> [DATA EXTRACTS]
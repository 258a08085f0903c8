#include "ranking/minimise.hpp"

#include <algorithm>
#include <cmath>
#include <utility>

namespace spinsieve {
namespace {

/// Newton steps converge in about ten iterations; a minimum with amplitudes at zero is quartic
/// there and gains a factor 2/3 a step: 300 steps reach any precision asked for.
constexpr int most_iterations = 300;

/// A predicted decrease this small against 1 + value is below the rounding of the sums.
constexpr double negligible_decrease = 1e-13;

/// Start of µ against the largest curvature: nearly a Newton step.
constexpr double first_damping = 1e-3;

/// Negative curvature below this part of the largest is rounding of the Hessian.
constexpr double flat_curvature = 1e-9;

class Descent {
 public:
  Descent(ChiSquare& objective, Eigen::VectorXd start)
      : objective_(objective), x_(std::move(start)) {}

  LocalMinimum run() {
    LocalMinimum result;
    value_ = objective_.derivatives(x_, gradient_, hessian_);
    damping_ = first_damping * hessian_.diagonal().cwiseAbs().maxCoeff();
    if (!(damping_ > 0)) damping_ = first_damping;
    for (result.iterations = 1; result.iterations < most_iterations; ++result.iterations) {
      if (!step()) {
        if (!leave_saddle()) {
          result.converged = true;
          break;
        }
      }
      value_ = objective_.derivatives(x_, gradient_, hessian_);
    }
    result.x = x_;
    result.value = value_;
    return result;
  }

 private:
  /// One accepted step; false when none is worth taking.
  bool step() {
    const double top = hessian_.diagonal().cwiseAbs().maxCoeff();
    if (!(top > 0)) return false;
    for (int attempt = 0; attempt < most_iterations; ++attempt) {
      damped_ = hessian_;
      damped_.diagonal().array() += damping_;
      factor_.compute(damped_);
      if (factor_.info() != Eigen::Success) {
        raise_damping();
        continue;
      }
      move_ = factor_.solve(-gradient_);
      const double predicted = -gradient_.dot(move_) - 0.5 * move_.dot(hessian_ * move_);
      if (!(predicted > negligible_decrease * (1 + value_))) return false;
      trial_ = x_ + move_;
      const double ratio = (value_ - objective_.value(trial_)) / predicted;
      if (ratio > 1e-4) {
        x_.swap(trial_);
        const double t = 2 * ratio - 1;
        damping_ = std::max(damping_ * std::max(0.1, 1 - t * t * t), 1e-15 * top);
        growth_ = 2;
        return true;
      }
      raise_damping();
    }
    return false;
  }

  /// Steps off a stationary point that is no minimum; false at a minimum.
  bool leave_saddle() {
    const Eigen::SelfAdjointEigenSolver<Eigen::MatrixXd> eigen(hessian_);
    const Eigen::VectorXd& curvatures = eigen.eigenvalues();
    const double top = curvatures.cwiseAbs().maxCoeff();
    if (!(curvatures(0) < -flat_curvature * top)) return false;
    Eigen::VectorXd direction = eigen.eigenvectors().col(0);
    if (direction.dot(gradient_) > 0) direction = -direction;
    for (double length = std::max(x_.norm(), 1e-6); length > 1e-12; length /= 4) {
      trial_ = x_ + length * direction;
      if (objective_.value(trial_) < value_ - negligible_decrease * (1 + value_)) {
        x_.swap(trial_);
        damping_ = first_damping * top;
        return true;
      }
    }
    return false;
  }

  void raise_damping() {
    damping_ *= growth_;
    growth_ *= 2;
  }

  ChiSquare& objective_;
  Eigen::VectorXd x_;
  double value_ = 0;
  double damping_ = 0;
  double growth_ = 2;
  Eigen::VectorXd gradient_;
  Eigen::MatrixXd hessian_;
  Eigen::MatrixXd damped_;
  Eigen::LLT<Eigen::MatrixXd> factor_;
  Eigen::VectorXd move_;
  Eigen::VectorXd trial_;
};

}  // namespace

LocalMinimum descend(ChiSquare& objective, Eigen::VectorXd start) {
  return Descent(objective, std::move(start)).run();
}

}  // namespace spinsieve
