#include "crystal/ion.hpp"

#include <algorithm>
#include <array>

#include "exact/error.hpp"

namespace spinsieve {

namespace {

constexpr std::array<std::string_view, 119> elements{
    "H",  "D",  "He", "Li", "Be", "B",  "C",  "N",  "O",  "F",  "Ne", "Na", "Mg", "Al", "Si",
    "P",  "S",  "Cl", "Ar", "K",  "Ca", "Sc", "Ti", "V",  "Cr", "Mn", "Fe", "Co", "Ni", "Cu",
    "Zn", "Ga", "Ge", "As", "Se", "Br", "Kr", "Rb", "Sr", "Y",  "Zr", "Nb", "Mo", "Tc", "Ru",
    "Rh", "Pd", "Ag", "Cd", "In", "Sn", "Sb", "Te", "I",  "Xe", "Cs", "Ba", "La", "Ce", "Pr",
    "Nd", "Pm", "Sm", "Eu", "Gd", "Tb", "Dy", "Ho", "Er", "Tm", "Yb", "Lu", "Hf", "Ta", "W",
    "Re", "Os", "Ir", "Pt", "Au", "Hg", "Tl", "Pb", "Bi", "Po", "At", "Rn", "Fr", "Ra", "Ac",
    "Th", "Pa", "U",  "Np", "Pu", "Am", "Cm", "Bk", "Cf", "Es", "Fm", "Md", "No", "Lr", "Rf",
    "Db", "Sg", "Bh", "Hs", "Mt", "Ds", "Rg", "Cn", "Nh", "Fl", "Mc", "Lv", "Ts", "Og"};

constexpr std::array<std::string_view, 9> roman{"0", "I",  "II",  "III", "IV",
                                                "V", "VI", "VII", "VIII"};

bool is_letter(char c) { return (c >= 'a' && c <= 'z') || (c >= 'A' && c <= 'Z'); }
bool is_sign(char c) { return c == '+' || c == '-'; }
bool is_charge_digit(char c) { return c >= '1' && c <= '9'; }

/// The charge in "3+", "+3", "+", "(III)", or 10 when the text is none of these.
int charge_of(std::string_view text) {
  constexpr int none = 10;
  if (text.empty()) return 0;
  if (text.size() > 2 && text.front() == '(' && text.back() == ')') {
    const std::string_view inner = text.substr(1, text.size() - 2);
    const auto* const found = std::find(roman.begin(), roman.end(), inner);
    return found == roman.end() ? none : static_cast<int>(found - roman.begin());
  }
  char sign = 0;
  int magnitude = 1;
  if (text.size() == 1 && is_sign(text[0])) {
    sign = text[0];
  } else if (text.size() == 2 && is_charge_digit(text[0]) && is_sign(text[1])) {
    magnitude = text[0] - '0';
    sign = text[1];
  } else if (text.size() == 2 && is_sign(text[0]) && is_charge_digit(text[1])) {
    sign = text[0];
    magnitude = text[1] - '0';
  } else {
    return none;
  }
  return sign == '-' ? -magnitude : magnitude;
}

}  // namespace

std::string to_string(const Ion& ion) {
  std::string text = ion.element;
  if (ion.charge == 0) return text;
  text += std::to_string(ion.charge < 0 ? -ion.charge : ion.charge);
  text += ion.charge < 0 ? '-' : '+';
  return text;
}

Ion parse_ion(std::string_view text) {
  std::size_t letters = 0;
  while (letters < text.size() && is_letter(text[letters])) ++letters;
  const std::string_view element = text.substr(0, letters);
  const std::string quoted = "'" + std::string(text) + "'";
  if (!is_element(element))
    throw Error("ion " + quoted + " does not begin with an element symbol such as Mn; accepted " +
                "are Mn3+, Mn+3, Mn(III), Fe");
  const int charge = charge_of(text.substr(letters));
  if (charge > 9)
    throw Error("ion " + quoted + " has no charge that can be read after " + std::string(element) +
                "; accepted are Mn3+, Mn+3, Mn(III), Fe");
  return {std::string(element), charge};
}

bool is_element(std::string_view symbol) {
  return std::find(elements.begin(), elements.end(), symbol) != elements.end();
}

}  // namespace spinsieve
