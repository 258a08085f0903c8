#pragma once

#include <cstdint>
#include <optional>
#include <span>
#include <string>
#include <vector>

#include "arrangement/candidate.hpp"
#include "exact/executor.hpp"
#include "ranking/moments.hpp"
#include "ranking/ranking.hpp"
#include "scattering/observation.hpp"

namespace spinsieve {

/// What is ranked: candidates of one crystal against its measurements.
struct ArrangementData {
  const Cell& cell;
  const SpaceGroup& group;
  std::span<const MagneticSite> sites;
  std::span<const Measurement> measurements;
  std::span<const Candidate> candidates;
};

struct ArrangementRankingOptions {
  double significance = default_significance;
  std::uint64_t seed = 1;
  bool equal_moments = false;
};

struct RankedArrangement {
  std::size_t candidate = 0;  ///< Index into the candidates given.
  Fit fit;
  std::optional<double> lower_bound;  ///< Certified: no parameters reach a smaller χ².
  Verdict verdict = Verdict::survives;
  std::optional<double> p_value;
  double weight = 0;          ///< Akaike weight.
  std::vector<TieWith> ties;  ///< Indices into the candidates given.
  std::vector<AtomMoment> moments;
  std::vector<std::string> undetermined;  ///< In words.
};

/// Candidates in the order of ranking().
struct ArrangementRanking {
  ScaleMeaning scale = ScaleMeaning::relative;
  std::size_t points = 0;              ///< Lines and absences, windows merged.
  std::vector<ObservationPlan> plans;  ///< One per measurement.
  FitData data;
  std::vector<RankedArrangement> ranking;
  std::vector<std::string> warnings;
};

/// Fits every candidate to all measurements and judges it.
///
/// Throws Error, at the place of the input, when no measurement has a line or absence, or a site
/// has no form factor.
ArrangementRanking rank_arrangements(const ArrangementData& input,
                                     const ArrangementRankingOptions& options, Executor& executor);

/// The ties that unpolarised intensities cannot break, in words; powder tells whether to name the
/// averages that only a powder makes.
std::vector<std::string> built_in_ties(Sample sample);

}  // namespace spinsieve
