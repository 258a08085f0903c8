#include "ranking/fit.hpp"

#include <algorithm>
#include <cmath>
#include <string>
#include <utility>

#include "exact/error.hpp"
#include "ranking/chi_square.hpp"
#include "ranking/effective_parameters.hpp"
#include "ranking/minimise.hpp"
#include "ranking/random_draws.hpp"
#include "ranking/reduced_problem.hpp"
#include "ranking/uncertainty.hpp"

namespace spinsieve {
namespace {

/// Two descents found the same minimum when their χ² agree to this: descents end with a predicted
/// decrease of 1e-13, quartic minima an order or two above.
constexpr double same_minimum = 1e-7;

/// A minimum this close to a certified bound, against 1 + χ², cannot be improved by anything that
/// shows: the relaxation itself stops at 1e-6.
constexpr double met_bound = 1e-5;

/// A constraint is met when it is violated by less than this part of its limit.
constexpr double constraint_tolerance = 1e-9;
constexpr int constraint_rounds = 40;

bool same_value(double a, double b) {
  return std::abs(a - b) <= same_minimum * (1 + std::min(std::abs(a), std::abs(b)));
}

/// Source: Boender & Rinnooy Kan (1987), the estimate in fit.hpp.
bool nothing_left(std::size_t starts, std::size_t minima) {
  const auto n = static_cast<double>(starts);
  const auto w = static_cast<double>(minima);
  return n > w + 2 && w * (n - 1) / (n - w - 2) <= w + 0.5;
}

/// Descends under the constraints, raising multipliers until they hold.
LocalMinimum constrained_minimum(ChiSquare& objective, Eigen::VectorXd start,
                                 const ReducedProblem& problem) {
  if (problem.constraints().size() == 0) return descend(objective, std::move(start));
  // A violation of 10 % should cost about as much as a poor fit.
  double weight = 1 + objective.plain(start);
  objective.reset(weight);
  LocalMinimum found = descend(objective, std::move(start));
  double violation = objective.violation(found.x);
  for (int round = 0; round < constraint_rounds && violation > constraint_tolerance; ++round) {
    objective.update_multipliers(found.x, weight);
    found = descend(objective, found.x);
    const double after = objective.violation(found.x);
    if (after > 0.25 * violation) weight *= 10;
    violation = after;
  }
  found.converged = found.converged && violation <= constraint_tolerance;
  found.value = objective.plain(found.x);
  return found;
}

/// Keeps the different minima of a search and counts how often each was met.
class Minima {
 public:
  void add(const LocalMinimum& found) {
    ++starts_;
    for (std::size_t i = 0; i < values_.size(); ++i)
      if (same_value(values_[i], found.value)) {
        ++met_[i];
        if (found.value < values_[i] && i == best_) {
          values_[i] = found.value;
          x_ = found.x;
        }
        return;
      }
    values_.push_back(found.value);
    met_.push_back(1);
    if (values_.size() == 1 || found.value < values_[best_]) {
      best_ = values_.size() - 1;
      x_ = found.x;
    }
  }

  std::size_t starts() const noexcept { return starts_; }
  std::size_t distinct() const noexcept { return values_.size(); }
  std::size_t met_best() const { return met_[best_]; }
  const Eigen::VectorXd& x() const noexcept { return x_; }

 private:
  std::size_t starts_ = 0;
  std::vector<double> values_;
  std::vector<std::size_t> met_;
  std::size_t best_ = 0;
  Eigen::VectorXd x_;
};

/// Without unknown factors, constraints or one-sided rows χ² is (A z² − b)² for one parameter.
bool is_closed_form(const ReducedProblem& problem) {
  if (problem.parameters() == 0) return problem.slots().empty();
  return problem.parameters() == 1 && problem.slots().empty() &&
         problem.constraints().size() == 0 &&
         std::ranges::count(problem.rows().one_sided, char{1}) == 0;
}

Eigen::VectorXd closed_form(const ReducedProblem& problem) {
  Eigen::VectorXd z = Eigen::VectorXd::Zero(problem.parameters());
  if (z.size() == 0) return z;
  const Eigen::VectorXd a = problem.rows().packed.row(0).transpose();
  z(0) = std::sqrt(std::max(0.0, a.dot(problem.rows().target) / a.squaredNorm()));
  return z;
}

/// c → −c changes nothing; the largest entry is made positive.
void fix_sign(Eigen::VectorXd& c) {
  Eigen::Index largest = 0;
  if (c.size() > 0) c.cwiseAbs().maxCoeff(&largest);
  if (c.size() > 0 && c(largest) < 0) c = -c;
}

Minima search(ChiSquare& objective, const ReducedProblem& problem, const FitOptions& options,
              FitStop& stop) {
  Minima minima;
  RandomDraws random(options.seed);
  const Eigen::Index r = problem.parameters();
  const Eigen::MatrixXd to_reduced =
      options.starts.empty()
          ? Eigen::MatrixXd()
          : Eigen::MatrixXd(problem.basis().completeOrthogonalDecomposition().pseudoInverse());
  stop = FitStop::limit;
  const std::size_t most = std::max<std::size_t>(options.most_starts, 1);
  while (minima.starts() < most) {
    Eigen::VectorXd x = Eigen::VectorXd::Ones(objective.size());
    if (minima.starts() < options.starts.size()) {
      const Eigen::VectorXd& given = options.starts[minima.starts()];
      if (given.size() != problem.basis().rows())
        throw Error("a start of " + std::to_string(given.size()) + " values; the candidate has " +
                    std::to_string(problem.basis().rows()) + " parameters");
      x.head(r) = to_reduced * given;
    } else {
      x.head(r) = random.normal_vector(r);
    }
    objective.scale_to_data(x);
    const LocalMinimum found = constrained_minimum(objective, std::move(x), problem);
    minima.add(found);
    if (options.lower_bound &&
        found.value <= *options.lower_bound + met_bound * (1 + *options.lower_bound)) {
      stop = FitStop::bound;
      break;
    }
    if (minima.starts() >= options.least_starts &&
        nothing_left(minima.starts(), minima.distinct())) {
      stop = FitStop::rule;
      break;
    }
  }
  return minima;
}

}  // namespace

double chi_squared(const FitData& data, const FormFamily& forms, const Eigen::VectorXd& c,
                   const std::vector<double>& scales) {
  Eigen::VectorXd residual = forms.intensities(c);
  std::vector<char> in_block(data.points().size(), 0);
  for (Eigen::Index s = 0; s < residual.size(); ++s) {
    const MeasuredPoint& point = data.points()[static_cast<std::size_t>(s)];
    residual(s) = residual(s) * scales[point.scale_group] - point.observed;
  }
  double result = 0;
  for (const CovarianceBlock& block : data.blocks()) {
    const std::vector<Eigen::Index> index(block.points.begin(), block.points.end());
    const Eigen::VectorXd part = residual(index);
    result += part.dot(Eigen::LLT<Eigen::MatrixXd>(block.covariance).solve(part));
    for (const std::size_t p : block.points) in_block[p] = 1;
  }
  for (std::size_t i = 0; i < data.points().size(); ++i) {
    if (in_block[i] != 0) continue;
    const MeasuredPoint& point = data.points()[i];
    const double deviation = residual(static_cast<Eigen::Index>(i)) / point.sigma;
    if (point.kind == PointKind::at_least && deviation > 0) continue;
    if (point.kind == PointKind::at_most && deviation < 0) continue;
    result += deviation * deviation;
  }
  for (std::size_t g = 0; g < data.scales().size(); ++g) {
    const ScaleGroup& scale = data.scales()[g];
    if (scale.knowledge != ScaleKnowledge::measured) continue;
    const double deviation = (scales[g] - scale.value) / scale.sigma;
    result += deviation * deviation;
  }
  return result;
}

Fit fit(const FitData& data, const CandidateModel& model, const FitOptions& options) {
  const ReducedProblem problem(data, model);
  ChiSquare objective(problem);
  Fit result;
  const Eigen::Index r = problem.parameters();
  Eigen::VectorXd x;
  if (is_closed_form(problem)) {
    x = closed_form(problem);
    result.starts = result.met_best = result.distinct_minima = 1;
    result.stop = FitStop::closed_form;
  } else {
    const Minima minima = search(objective, problem, options, result.stop);
    x = minima.x();
    result.starts = minima.starts();
    result.met_best = minima.met_best();
    result.distinct_minima = minima.distinct();
  }
  result.parameters = problem.basis() * x.head(r);
  fix_sign(result.parameters);
  result.scales.assign(data.scales().size(), 1.0);
  for (std::size_t g = 0; g < data.scales().size(); ++g)
    if (data.scales()[g].knowledge == ScaleKnowledge::fixed)
      result.scales[g] = data.scales()[g].value;
  for (std::size_t k = 0; k < problem.slots().size(); ++k) {
    const double kappa = x(r + static_cast<Eigen::Index>(k));
    result.scales[problem.slots()[k].group] = kappa * kappa;
  }
  result.computed = model.forms.intensities(result.parameters);
  for (Eigen::Index s = 0; s < result.computed.size(); ++s)
    result.computed(s) *= result.scales[data.points()[static_cast<std::size_t>(s)].scale_group];
  result.chi2 = chi_squared(data, model.forms, result.parameters, result.scales);
  result.effective_parameters = effective_parameters(data, model);
  Uncertainty spread = uncertainty(problem, objective, x);
  result.covariance = std::move(spread.covariance);
  result.undetermined = std::move(spread.undetermined);
  result.at_zero = std::move(spread.at_zero);
  result.at_zero_width = std::move(spread.at_zero_width);
  return result;
}

std::optional<double> standard_error(const Fit& fit, const Eigen::VectorXd& gradient) {
  // Directions come from decompositions that leave 1e-12 or so; a part of 1e-6 changes no figure.
  constexpr double aligned = 1e-6;
  const double norm = gradient.norm();
  if (fit.undetermined.cols() > 0 &&
      (fit.undetermined.transpose() * gradient).norm() > aligned * norm)
    return std::nullopt;
  if (fit.at_zero.cols() > 0 && (fit.at_zero.transpose() * gradient).norm() > aligned * norm)
    return std::nullopt;
  return std::sqrt(std::max(0.0, gradient.dot(fit.covariance * gradient)));
}

}  // namespace spinsieve
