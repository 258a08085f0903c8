#pragma once

#include <span>
#include <vector>

#include "ranking/fit_data.hpp"
#include "ranking/form_family.hpp"
#include "scattering/observation.hpp"

namespace spinsieve {

/// The points of a job's measurements in one list: those of measurement 0 first.
///
/// plans and scales: one per measurement; a scale takes the place of the measurement's scale group.
/// Throws Error where the numbers cannot be used.
FitData observed_data(std::span<const ObservationPlan> plans, std::vector<ScaleGroup> scales);

/// The forms of one candidate for observed_data(plans, …).
///
/// points: data_points(plan, …) of the candidate for every plan, in the same order.
FormFamily observed_forms(std::size_t parameters, std::span<const std::vector<DataPoint>> points);

}  // namespace spinsieve
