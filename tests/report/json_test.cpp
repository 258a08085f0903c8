#include "report/json.hpp"

#include <complex>
#include <limits>
#include <string>

#include <gtest/gtest.h>
#include <nlohmann/json.hpp>

namespace spinsieve {
namespace {

TEST(JsonTest, KeepsTheOrderOfKeys) {
  Json object = Json::object();
  object.set("schema", "rank/1").set("complete", true).set("a", 1);
  EXPECT_EQ(object.text(), "{\"schema\": \"rank/1\", \"complete\": true, \"a\": 1}\n");
}

TEST(JsonTest, WritesEachKindOfValue) {
  Json array = Json::array();
  array.push(Json()).push(false).push(-3).push(0.1).push("½ \"x\"\n").push(std::complex(1.5, -0.0));
  array.push(std::numeric_limits<double>::quiet_NaN());
  EXPECT_EQ(array.text(), "[null, false, -3, 0.1, \"½ \\\"x\\\"\\n\", [1.5, 0.0], null]\n");
  EXPECT_EQ(Json("Γ").text(Letters::plain), "\"\\u0393\"\n");
}

TEST(JsonTest, InvalidUtf8IsReplacedNotThrown) {
  EXPECT_EQ(Json("a\xFFz").text(), "\"a\xEF\xBF\xBDz\"\n");
}

TEST(JsonTest, BreaksWhatIsWiderThanThePageAndStaysReadable) {
  Json rows = Json::array();
  for (int i = 0; i < 40; ++i) rows.push(Json::array_of(std::array{i, i + 1, i + 2}));
  Json object = Json::object();
  object.set("rows", std::move(rows)).set("empty", Json::array());
  const std::string text = object.text();
  std::size_t widest = 0;
  for (std::size_t start = 0; start < text.size();) {
    const std::size_t end = text.find('\n', start);
    widest = std::max(widest, end - start);
    start = end + 1;
  }
  EXPECT_LE(widest, 100U);
  const nlohmann::json read = nlohmann::json::parse(text);  // The judge: another reader.
  ASSERT_EQ(read["rows"].size(), 40U);
  EXPECT_EQ(read["rows"][39][2], 41);
  EXPECT_TRUE(read["empty"].empty());
}

TEST(JsonTest, NumbersSurviveARoundTrip) {
  for (const double value : {1.0 / 3, 1e-300, 123456789.123456789, 2.695})
    EXPECT_EQ(nlohmann::json::parse(Json(value).text()).get<double>(), value);
}

TEST(JsonTest, RefusesAKeyTwiceAndTheWrongKind) {
  Json object = Json::object();
  object.set("id", "3a");
  EXPECT_THROW(object.set("id", "3b"), std::logic_error);
  EXPECT_THROW(object.push(1), std::logic_error);
  EXPECT_THROW(Json(1).set("id", 1), std::logic_error);
}

}  // namespace
}  // namespace spinsieve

> [AIM OF THE EXERCISE]
Using the data above, extract exactly the lines from the one that holds "constexpr int constraint_rounds = 40;" to the one that holds "double violation = objective.violation(found.x);", both ends included, and no others.

> [RESULT]
constexpr int constraint_rounds = 40;

bool same_value(double a, double b) {
  return std::abs(a - b) <= same_minimum * (1 + std::min(std::abs(a), std::abs(b)));
}

/// Source: Boender & Rinnooy Kan (1987), the estimate in fit.hpp.
bool nothing_left(std::size_t starts, std::size_t minima) {
  const auto n = static_cast<double>(starts);
  const auto w = static_cast<double>(minima);
  return n > w + 2 && w * (n - 1) / (n - w - 2) <= w + 0.5;
}

/// Descends under the constraints, raising multipliers until they hold.
LocalMinimum constrained_minimum(ChiSquare& objective, Eigen::VectorXd start,
                                 const ReducedProblem& problem) {
  if (problem.constraints().size() == 0) return descend(objective, std::move(start));
  // A violation of 10 % should cost about as much as a poor fit.
  double weight = 1 + objective.plain(start);
  objective.reset(weight);
  LocalMinimum found = descend(objective, std::move(start));
  double violation = objective.violation(found.x);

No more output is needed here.